JUNE 2021 — You wanna travel? Better get the jab or no Cancun for you!
JULY 2021 — Oh shit. Everyone is a super-spreader. Ummm… booster time?
Last year I suggested that 95% vaccine efficacy sounded like bullshit to me and that we should be weary of vaccine manufacturers who over-promise and under-deliver. So far, this has proven to be true for the Covid vaccine and is likely true for other vaccines and pharmaceuticals as well.
The elephant in the room, that no one wants to talk about, is the endemic conflicts of interest at the NIH, FDA and the peer review process itself.

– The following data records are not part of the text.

"""Who may ask what of the page: a gate before every route that refuses by default."""

from __future__ import annotations

import re
from collections.abc import Callable, Collection, Mapping
from dataclasses import dataclass
from hmac import compare_digest
from urllib.parse import quote

from flask import Flask, Response, g, redirect, request

from daq.records import ROLES
from daq.storage.people import NOBODY, Person
from dashboard.login import csrf_of, token_sent
from dashboard.senders import Refusal, own_page_asks, wrong_sender

LONGEST_BODY = 64 * 1024
_READ = re.compile(r"/|/metrics|/_dash-(layout|dependencies|component-suites/.+)|/assets/.+")
_ANYBODY = (
    "/login",
    "/healthz",
    "/assets/page.css",
    "/assets/10-theme.js",
    "/assets/mark.svg",
)
_UPDATE = "/_dash-update-component"
_RUN = re.compile(r"/runs/([A-Za-z0-9][A-Za-z0-9._-]*)")
_HEADERS = {
    "X-Content-Type-Options": "nosniff",
    "X-Frame-Options": "DENY",
    "Referrer-Policy": "same-origin",
    "Cross-Origin-Opener-Policy": "same-origin",
    "Cross-Origin-Resource-Policy": "same-origin",
    "Permissions-Policy": "camera=(), microphone=(), geolocation=()",
}
_FAILED = "The page could not answer this request. The run goes on without it."


@dataclass(frozen=True, slots=True)
class Door:
    """What the gate asks when it decides.

    `person` whose token it is (None lets everybody at this computer read), `is_closed` whether people have
    to log in, `is_run` whether a run of this name exists, `names` see `wrong_sender`, `roles` the least role
    for each output that the server answers; no other question is let through.
    """

    person: Callable[[str], Person | None]
    is_closed: Callable[[], bool]
    is_run: Callable[[str], bool]
    roles: Mapping[str, str]
    names: Collection[str] | None = None

    def check(self, answered: Collection[str]) -> None:
        """Refuse to open while a question that the server answers has no role."""
        wild = sorted(set(answered) - {output for output, role in self.roles.items() if role in ROLES})
        if wild:
            raise ValueError(f"no role is declared for {', '.join(wild)}: the page does not start")


def guard(server: Flask, door: Door, script_hashes: Collection[str]) -> None:
    """Put the gate before every route of a server, all routes registered, and the headers on every answer."""
    server.config["MAX_CONTENT_LENGTH"] = LONGEST_BODY
    headers = _HEADERS | {"Content-Security-Policy": content_policy(script_hashes)}

    def gate() -> Response | None:
        refusal = wrong_sender(door.names) or _too_large() or _stranger(door) or _wrong_request(door)
        if refusal is None:
            return None
        if refusal[0] == 302:
            return redirect(refusal[1])  # type: ignore[return-value]
        return Response(refusal[1], refusal[0], content_type="text/plain; charset=utf-8")

    def close(response: Response) -> Response:
        for name, value in headers.items():
            response.headers[name] = value
        if not request.path.startswith(("/assets/", "/_dash-component-suites/")):
            response.headers["Cache-Control"] = "no-store"
        return response

    server.before_request(gate)
    server.register_error_handler(500, lambda _: (_FAILED, 500, {"Content-Type": "text/plain"}))
    server.after_request(close)


def content_policy(script_hashes: Collection[str]) -> str:
    """Return the policy that lets the browser run this server's scripts and nothing else."""
    scripts = " ".join(["'self'", *script_hashes])
    return (
        f"default-src 'none'; script-src {scripts}; style-src 'self' 'unsafe-inline'; img-src 'self' data:; "
        "connect-src 'self'; font-src 'self'; base-uri 'none'; form-action 'self'; frame-ancestors 'none'"
    )


def _too_large() -> Refusal | None:
    return (413, "The request is too large.") if (request.content_length or 0) > LONGEST_BODY else None


def _stranger(door: Door) -> Refusal | None:
    """Find out who asks, and refuse whoever has to log in first."""
    token = token_sent()
    known = door.person(token) if token else None
    g.person = known or NOBODY
    if known or not door.is_closed() or request.path in _ANYBODY:
        return None
    if request.method == "GET" and (request.path == "/" or _RUN.fullmatch(request.path)):
        return 302, f"/login?to={quote(request.path)}"
    return 401, "Log in first."


def _wrong_request(door: Door) -> Refusal | None:
    if request.path == _UPDATE:
        return _wrong_update(door)
    if request.path in ("/login", "/logout"):
        return _wrong_form()
    run = _RUN.fullmatch(request.path)
    if not (request.path in _ANYBODY or _READ.fullmatch(request.path) or (run and door.is_run(run[1]))):
        return 404, "There is no such page or run here."
    return None if request.method in ("GET", "HEAD") else (405, "This page is only read.")


def _wrong_form() -> Refusal | None:
    if request.method == "GET" and request.path == "/login":
        return None
    if request.method != "POST":
        return 405, "Send the form instead."
    return None if own_page_asks() else (403, "This request does not come from the page itself.")


def _wrong_update(door: Door) -> Refusal | None:
    if request.method != "POST":
        return 405, "News of the run is asked for with POST."
    if not own_page_asks():
        return 403, "News of the run is given to the page itself only."
    token = token_sent()
    if token and not compare_digest(csrf_of(token), request.headers.get("X-CSRFToken", "")):
        return 403, "This request does not come from the page that was opened. Load the page again."
    if not request.is_json:
        return 415, "News of the run is asked for in JSON."
    asked = request.get_json(silent=True)
    role = door.roles.get(str(asked.get("output"))) if isinstance(asked, dict) else None
    if role is None:
        return 400, "There is no such question."
    return None if g.person.may(role) else (403, "An operator may ask this. Log in as one.")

Former, New England Journal of Medicine editor Marcia Angell, MD and author of “The truth About Drug Companies” has suggested that the peer review process for approving new drugs is broken and ripe with conflict of interest and sometimes, outright fraud.
It is simply no longer possible to believe much of the clinical research that is published, or to rely on the judgment of trusted physicians or authoritative medical guidelines. I take no pleasure in this conclusion, which I reached slowly and reluctantly over my two decades as an editor of The New England Journal of Medicine .
Given the realities of bias, low statistical power, and a small number of true hypotheses, Ioannidis concludes that the majority of studies in a variety of scientific fields are likely to report results that are false.
The over-commitment of governments to accept and finance a pharmaceutical solution to this pandemic, has put all of us in the unfortunate position where it will be difficult to course correct should the vaccines not work as intended.
The vaccine issue is complicated. Covid is real and deadly, and the public desperately wants a solution, no matter how imperfect. Perhaps we were too quick to accept this one as a panacea.
The moral of the story:
We shouldn’t blame humans for the natural behaviors of viruses seeking better hosts.
There is a huge disconnect between what the public believes vaccines can do, and what scientist know they can do.
People are scared and fear creates opportunities to erode freedoms and control behavior.
Researchers can lie with numbers. Governments and media will lie to you in order to get you to comply.